Thoughts on Singapore Airlines Retail Bonds Post Rights & Co-Bonds Issue [Updated!]

0

I previously wrote about the SIA Retail bonds in my last article.

While I was not keen on them, I wrote the following:

Let’s not forget who the largest shareholder of SIA is – Temasek Holdings.

SIA is of huge strategic importance to Singapore given that it’s our national airline carrier that in my opinion will not be allowed to fail especially given the exceptional circumstances of events.”

Last night, DPM Heng Swee Keat made the following comments in his budget speech:

The Deputy Prime Minister said the airline was a “strategic asset” for Singapore. 

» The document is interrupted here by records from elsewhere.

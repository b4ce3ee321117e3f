/** The reference page: one file without scripts, made from the functions' own comments and the catalogue of relations. */
import { readFileSync } from "node:fs";
import { join } from "node:path";
import { cautions } from "../pane/cautions";
import { strings } from "../pane/strings";
import { FAMILIES, type FunctionDoc, readFunctionDocs } from "./functionDocs";
import { escape } from "./html";
import { functionSection } from "./referenceFunction";
import { rulesSection } from "./referenceRules";
import { relationsOf } from "./relations";

const root = join(import.meta.dirname, "../..");

export function referencePage(docs: FunctionDoc[] = readFunctionDocs()): string {
  const ids = new Set(docs.map(({ id }) => id));
  const families = Object.entries(FAMILIES)
    .map(([family, name]) => ({ family, name, docs: docs.filter((doc) => doc.family === family) }))
    .filter(({ docs }) => docs.length > 0);
  const icon = readFileSync(join(root, "assets/icon.svg"), "utf8");
  const style = readFileSync(join(import.meta.dirname, "reference.css"), "utf8");
  const summary = "Cell functions for base-excitation design: a mass on a spring and damper whose base moves.";
  return `<!DOCTYPE html>
<html lang="en">
<head>
<meta charset="utf-8" />
<meta name="viewport" content="width=device-width, initial-scale=1" />
<title>Plinth functions</title>
<meta name="description" content="${summary}" />
<link rel="icon" href="data:image/svg+xml;base64,${Buffer.from(icon).toString("base64")}" />
<style>
${style}</style>
</head>
<body>
<a class="skip" href="#content">Skip to the functions</a>
<header>
${icon
  .replace(/<title>.*?<\/title>/, "")
  .replace("<svg ", '<svg aria-hidden="true" class="mark" ')
  .trim()}
<div><h1>Plinth functions</h1>
<p>${summary}</p></div>
</header>
<div class="columns">
<nav aria-label="Contents">
<ul>
<li><a href="#rules">Rules for every function</a></li>
${families.map(({ family, name, docs }) => `<li><a href="#${family}">${name}</a>\n<ul>${docs.map(({ id }) => `<li><a href="#${id}">${id}</a></li>`).join(" ")}</ul></li>`).join("\n")}
<li><a href="#cautions">Cautions</a></li>
</ul>
</nav>
<main id="content">
<p class="standing">${escape(strings.standing)}</p>
${rulesSection()}
${families.map(({ family, name, docs }) => `<section id="${family}" aria-labelledby="${family}-name">\n<h2 id="${family}-name">${name}</h2>\n${docs.map((doc) => functionSection(doc, relationsOf(doc.id), ids)).join("\n")}\n</section>`).join("\n")}
<section id="cautions" aria-labelledby="cautions-name">
<h2 id="cautions-name">Cautions</h2>
<dl class="cautions">
${cautions.map(({ title, text, defer }) => `<dt>${escape(title)}</dt><dd>${escape(text)} <span class="defer">Decides: ${escape(defer)}.</span></dd>`).join("\n")}
</dl>
</section>
</main>
</div>
</body>
</html>
`;
}
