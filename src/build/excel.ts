/** Serves dist/ over https on localhost, where the manifest says that Excel finds the add-in. */
import { X509Certificate } from "node:crypto";
import { createServer } from "node:https";
import { existsSync, readFileSync } from "node:fs";
import { homedir } from "node:os";
import { join, resolve } from "node:path";
import { getHttpsServerOptions } from "office-addin-dev-certs";
import { WRITTEN_FOR } from "./manifest";
import { answer } from "./start";

const dist = resolve(import.meta.dirname, "../../dist");
const { port, origin } = new URL(WRITTEN_FOR);

/** The development certificates that the package keeps in the home folder. */
const certificates = join(homedir(), ".office-addin-dev-certs");
const authority = join(certificates, "ca.crt");
const files = { cert: join(certificates, "localhost.crt"), key: join(certificates, "localhost.key") };

async function main(): Promise<void> {
  if (!readFileSync(join(dist, "manifest.xml"), "utf8").includes(`${WRITTEN_FOR}/`)) {
    throw new Error(`dist/ was built for another host; run this command without ADDIN_URL to serve ${WRITTEN_FOR}`);
  }
  const options = kept() ?? (await getHttpsServerOptions().catch(untrusted));
  const server = createServer(options, (request, response) => void answer(dist, request, response));
  server.on("error", (error: NodeJS.ErrnoException) => {
    console.error(error.code === "EADDRINUSE" ? `port ${port} is in use; the manifest needs it` : error.message);
    process.exitCode = 1;
  });
  server.listen(Number(port), "localhost", () =>
    console.log(`${HOW_TO.trim()}\n\nServing ${origin}. Stop with Ctrl+C.`),
  );
}

/** On Linux browsers keep their own authorities: a certificate once imported there is used until it expires. */
function kept() {
  if (process.platform !== "linux" || !existsSync(authority) || !existsSync(files.cert)) return undefined;
  const expires = Date.parse(new X509Certificate(readFileSync(files.cert)).validTo);
  return expires > Date.now() ? read() : undefined;
}

/** Certificates that could be made but not entered among the trusted ones, which needs an administrator. */
function untrusted(reason: Error) {
  if (!existsSync(files.cert) || !existsSync(files.key)) throw reason;
  console.error(
    `The certificate is not trusted on this machine yet: import ${authority} into the browser as a certificate ` +
      `authority, or open ${origin}/reference.html there and accept it.\n`,
  );
  return read();
}

function read() {
  return { cert: readFileSync(files.cert), key: readFileSync(files.key) };
}

const HOW_TO = `
Excel on the web: Home, Add-ins, More Add-ins, My Add-ins, Upload My Add-in: choose dist/manifest.xml.
Excel on Windows: put dist/manifest.xml into a shared folder that is listed under Options, Trust Center,
Trusted Add-in Catalogs; then Home, Add-ins, More Add-ins, Shared Folder.
Excel on a Mac: copy dist/manifest.xml to ~/Library/Containers/com.microsoft.Excel/Data/Documents/wef and restart Excel.
Then type =PLINTH.ABSTRANS(25, 8, 0.1) into a cell: 0.134 means that it works.
`;

main().catch((error: Error) => {
  console.error(error.message);
  process.exitCode = 1;
});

“Through the Government support for the aviation sector and, if necessary, more direct support measures, we will make sure that SIA is able to come through this in good shape,” he said, 

“Ultimately this is about preserving the status of our air hub so that it can emerge stronger from this crisis.”

His comments are quite a huge gamechanger in that they have made clear that that support will be given to SIA to ensure not only its continued survival but for it to come out even stronger than before when the situation calms down.

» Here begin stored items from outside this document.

const powerMistakes = new Set<Mistake | null>([
  "square-root-missing",
  "ratio-not-squared",
  "damping-not-squared",
  "sign-precedence",
  "ratio-inverted",
]);
/** Mistakes of a unit that cannot be told where the unit of the result is not written. */
const unitSlips = new Set<Mistake | null>(["length-unit", "mass-weight-mixup", "speed-unit"]);
const percentMistakes = new Set<Mistake | null>(["percent-as-ratio", "efficiency-not-of-motion"]);

/**
 * Whether a faulty derivation gives what the formula gives, and how much less likely that makes it. A slip that changes
 * powers also changes units, so that in other than SI units a constant factor remains.
 */
function faultyAgreement(question: Question, found: Entry, target: Target, sounds: readonly Entry[]): number | null {
  const constant = compare(question, found, target.factor, 1);
  if (constant === "exact" || constant?.rounded) return 0;
  if (found.mask !== question.samples.mask) return null;
  const { mistake } = found.fault!;
  const ratio = ratioOf(scaled(question, target.factor), found.values, question.samples.usable);
  if (ratio === null || ratio < 0) return null;
  if (percentMistakes.has(mistake))
    return [100, 0.01].some((factor) => Math.abs(ratio / factor - 1) < close) ? 0.3 : null;
  // what is proportional to the right value has no power wrong
  if (sounds.some(({ values }) => ratioOf(found.values, values, question.samples.usable) !== null)) return null;
  const isPower = powerMistakes.has(mistake) && question.cut.literals.length > 0 && !scaleless.has(target.role);
  return isPower && found.relation !== null && found.relation.inputs.length <= 3 ? 0.8 : null;
}
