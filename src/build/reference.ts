/** The reference page: one section per function, made from the functions' own comments. */
import { readFunctionDocs } from "./functionDocs";

export function referencePage(): string {
  const sections = readFunctionDocs().map(
    ({ id, sentence }) => `<section id="${id}"><h2>${id}</h2><p>${sentence}</p></section>`,
  );
  return `<!doctype html><html lang="en"><title>Plinth functions</title>${sections.join("")}</html>`;
}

Temasek Announces Support for SIA

Later that day, SIA announced that it was raising $8.8 billion via a rights issue of shares and convertible bonds.

This is a massive cash call by any measures.

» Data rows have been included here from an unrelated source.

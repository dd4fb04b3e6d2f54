package words

import (
	"ratehouse/store"
	"ratehouse/trial"
)

// The technicians' pages: Today, intake, reading rounds, unloading.
var (
	TodaySum        = plural("{n} round to do", "{n} rounds to do", "{n} tournée à faire", "{n} tournées à faire", "{n} Runde zu machen", "{n} Runden zu machen").unsure(FR, DE)
	TodayLate       = plural("{n} of them late", "{n} of them late", "dont {n} en retard", "dont {n} en retard", "davon {n} verspätet", "davon {n} verspätet")
	TodayDone       = plural("{n} done", "{n} done", "{n} faite", "{n} faites", "{n} erledigt", "{n} erledigt")
	TodayDue        = say("Rounds to do", "Tournées à faire", "Zu machende Runden").unsure(FR, DE)
	DoneToday       = say("Done today", "Faites aujourd’hui", "Heute erledigt")
	ComingRounds    = say("Coming", "À venir", "Demnächst")
	TodayNone       = say("Nothing to read now", "Rien à relever pour l’instant", "Jetzt ist nichts abzulesen")
	TodayNoneText   = say("A batch stands here from its registration until its last round is read, each round at its own time.", "Un lot figure ici de son enregistrement jusqu’à sa dernière tournée, chaque tournée à son heure.", "Ein Los steht hier von der Annahme bis zu seiner letzten Runde, jede Runde zu ihrer Zeit.").unsure(FR, DE)
	UnderWay        = say("under way", "en cours", "läuft")
	LateUnderWay    = say1("{late}, under way", "{late}, en cours", "{late}, läuft")
	DueSince        = say1("due for {span}", "à faire depuis {span}", "fällig seit {span}")
	DoneAt          = say1("done at {time}", "faite à {time}", "erledigt um {time}")
	ClosedAt        = say1("closed at {time}", "close à {time}", "geschlossen um {time}")
	RoundStart      = say("Start", "Commencer", "Beginnen")
	RoundGoOn       = say("Go on", "Continuer", "Weiter")
	RoundLook       = say("Look", "Voir", "Ansehen")
	RoundAndCode    = say2("round {k} of {code}", "tournée {k} de {code}", "Runde {k} von {code}").unsure(FR, DE)
	MovementsReadIn = say1("Movements read in batch {code}", "Mouvements relevés du lot {code}", "Abgelesene Werke des Loses {code}")
	ReadOfMore      = say2("{read}, {more}", "{read}, {more}", "{read}, {more}")
	OutOfTrial      = plural("{n} out of the trial", "{n} out of the trial", "{n} hors de l’épreuve", "{n} hors de l’épreuve", "{n} nicht mehr in der Prüfung", "{n} nicht mehr in der Prüfung")

	RoundNumber      = say1("Round {k}", "Tournée {k}", "Runde {k}").unsure(FR, DE)
	RoundTitle       = say1("Round {k} of batch", "Tournée {k} du lot", "Runde {k} von Los").unsure(FR, DE)
	RoundBegins      = say1("begins the trial, opens {opens}", "ouvre l’épreuve et {opens}", "beginnt die Prüfung, öffnet {opens}")
	RoundCloses      = say2("closes {closes}, opens {opens}", "clôt {closes}, ouvre {opens}", "schließt {closes}, öffnet {opens}")
	RoundEnds        = say1("closes {closes}, ends the trial", "clôt {closes} et finit l’épreuve", "schließt {closes}, beendet die Prüfung")
	DayWhere         = say3("day {n} ({position}, {temperature})", "le jour {n} ({position}, {temperature})", "Tag {n} ({position}, {temperature})")
	DayWhereWith     = say3("day {n} ({position}, {temperature}, with chronograph)", "le jour {n} ({position}, {temperature}, chronographe enclenché)", "Tag {n} ({position}, {temperature}, mit Chronograph)")
	RoundAndBatch    = say2("{round}; {batch}", "{round} ; {batch}", "{round}; {batch}")
	SizeAndCalibre   = say2("{size}, {calibre}", "{size}, {calibre}", "{size}, {calibre}")
	CalibreCode      = say1("calibre {code}", "calibre {code}", "Kaliber {code}")
	ActSentence      = say1("{acts}.", "{acts}.", "{acts}.")
	AndThen          = say2("{first}, then {next}", "{first}, puis {next}", "{first}, dann {next}")
	ActReadEach      = say("read every movement", "relever chaque mouvement", "jedes Werk ablesen")
	ActStopAccessory = say("stop and reset the chronograph", "arrêter et remettre à zéro le chronographe", "den Chronographen stoppen und nullstellen")
	ActWindFully     = say("wind fully", "armer à fond", "voll aufziehen")
	ActRunAccessory  = say("start the chronograph", "enclencher le chronographe", "den Chronographen einschalten")
	ActTurnTo        = say1("turn to {position}", "tourner en {position}", "in Lage {position} drehen")
	ActMoveTo        = say1("put into {temperature}", "placer à {temperature}", "in {temperature} bringen")
	ReadNow          = say("Read in", "Relever en", "Ablesen in")
	AfterReading     = say1("After the reading: {acts}", "Après le relevé : {acts}", "Nach der Ablesung: {acts}")
	NothingAfter     = say("After the reading", "Après le relevé", "Nach der Ablesung")
	TrialEnds        = say("the trial ends", "l’épreuve est finie", "die Prüfung endet")
	Due              = say("Due", "À faire", "Fällig")
	DueWithin        = say2("{time} ± {tolerance}", "{time} ± {tolerance}", "{time} ± {tolerance}")
	ReadCell         = say("Read", "Relevés", "Abgelesen")
	LooksCell        = say("Second looks", "Contre-lectures", "Kontrollen")
	SecondLooks      = say("Second looks", "Contre-lectures", "Kontrollablesungen")
	CountOf          = say2("{read} of {all}", "{read} sur {all}", "{read} von {all}")

	CareTitle       = say("Take care", "Prudence", "Vorsicht")
	CareCold        = say("cold chamber", "enceinte froide", "Kälteschrank")
	CareWarm        = say("warm chamber", "étuve", "Wärmeschrank")
	CareWeekend     = say("weekend", "week-end", "Wochenende")
	CareColdText    = say1("Into {temperature}: make sure that the door opens from the inside and that nobody can lock it behind you, wear gloves and stay no longer than the work takes. Pieces out of the cold fog up in damp air: read them inside or through the window, never through fog.", "À {temperature} : assurez-vous que la porte s’ouvre de l’intérieur et que personne ne peut la verrouiller derrière vous, portez des gants et ne restez que le temps du travail. Les pièces sorties du froid s’embuent à l’air humide : relevez-les dans l’enceinte ou par la fenêtre, jamais à travers la buée.", "In {temperature}: Die Tür muss sich von innen öffnen lassen und niemand darf sie hinter Ihnen verschließen; tragen Sie Handschuhe und bleiben Sie nicht länger als nötig. Kalte Werke beschlagen in feuchter Luft: Lesen Sie drinnen oder durch das Fenster ab, nie durch Beschlag.")
	CareWarmText    = say1("Into {temperature}: keep the visit short, drink, and make sure that the door opens from the inside.", "À {temperature} : restez peu, buvez, et assurez-vous que la porte s’ouvre de l’intérieur.", "In {temperature}: Bleiben Sie kurz, trinken Sie, und achten Sie darauf, dass sich die Tür von innen öffnen lässt.")
	CareWeekendText = say1("{days}: whoever works alone tells somebody when they begin and when they have finished, carries a telephone, and does not go into a walk-in chamber alone.", "{days} : qui travaille seul prévient quelqu’un au début et à la fin, garde un téléphone sur soi et n’entre pas seul dans une chambre climatique.", "{days}: Wer allein arbeitet, meldet jemandem Beginn und Ende, trägt ein Telefon bei sich und betritt keine begehbare Klimakammer allein.")
	WindTitle       = say("Wind beforehand", "Armer d’avance", "Vorher aufziehen")
	WindBefore      = say3("wind before {time} and keep at {temperature} for at least {hours} h", "armer avant {time} et garder à {temperature} pendant {hours} h au moins", "vor {time} aufziehen und mindestens {hours} h bei {temperature} halten")
	WindPassed      = say3("had to be wound before {time} and kept at {temperature} for {hours} h; if it was not, note it as a remark", "devait être armé avant {time} et gardé à {temperature} pendant {hours} h ; sinon, notez une observation", "war vor {time} aufzuziehen und {hours} h bei {temperature} zu halten; wenn nicht, vermerken Sie das als Bemerkung")
	RoundZeroAt     = say1("round 0 at {time}", "tournée 0 à {time}", "Runde 0 um {time}").unsure(FR, DE)
	NewBatch        = say("New batch", "Nouveau lot", "Neues Los")
	PrintDaySheets  = say("Print day sheets", "Imprimer les feuilles du jour", "Tagesblätter drucken")
	DaySheet        = say("Day sheet", "Feuille du jour", "Tagesblatt")
)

In the short run, it is also arranging a $4 Billion bridging loan facility with DBS Bank to meet its near term liquidity needs (corporate transactions such as these take time to take place).

For the SIA Retail Bonds, this represents a significant boost.

First off, the government has already given its implicit support that under no circumstances will they allow a one-off event like COVID-19 to have a permanent impact on the aviation sector.

They have provided for significant financial measures to cushion the blow for the sector such as co-funding of wages for local workers of 75% for the sector.

Secondly, Temasek has announced that it will also stand by SIA in the midst of this crisis and provide it the financial support to tide through it and continue its transformation as an airline.

Since my last article, prices of the retail bonds fell almost all the way to 81+ cents before rebounding sharply over the last 2 days to about 95 cents on the dollar.

My Thoughts on the Bonds

At the end of my last article, I wrote that I would pass on the SIA bonds because they do not fit my investment criteria.

Armed with the new information on hand, I no longer believe that SIA will face a liquidity crunch and even if things deteriorate, the government has indicated it will step in to aid the sector.

At their prior low of 82 cents, they represented incredible value (with the benefit hindsight of course!).

Current prices have baked in the new financial support (and rightly so) and while they are still attractive, I have passed on it.

That being said, I think that the bonds are virtually guaranteed to be redeemed at par (personal opinion and not financial advice!).

PS: This article does not cover my thoughts on Singapore Airlines (SGX:C6L) shares which are an altogether different subject.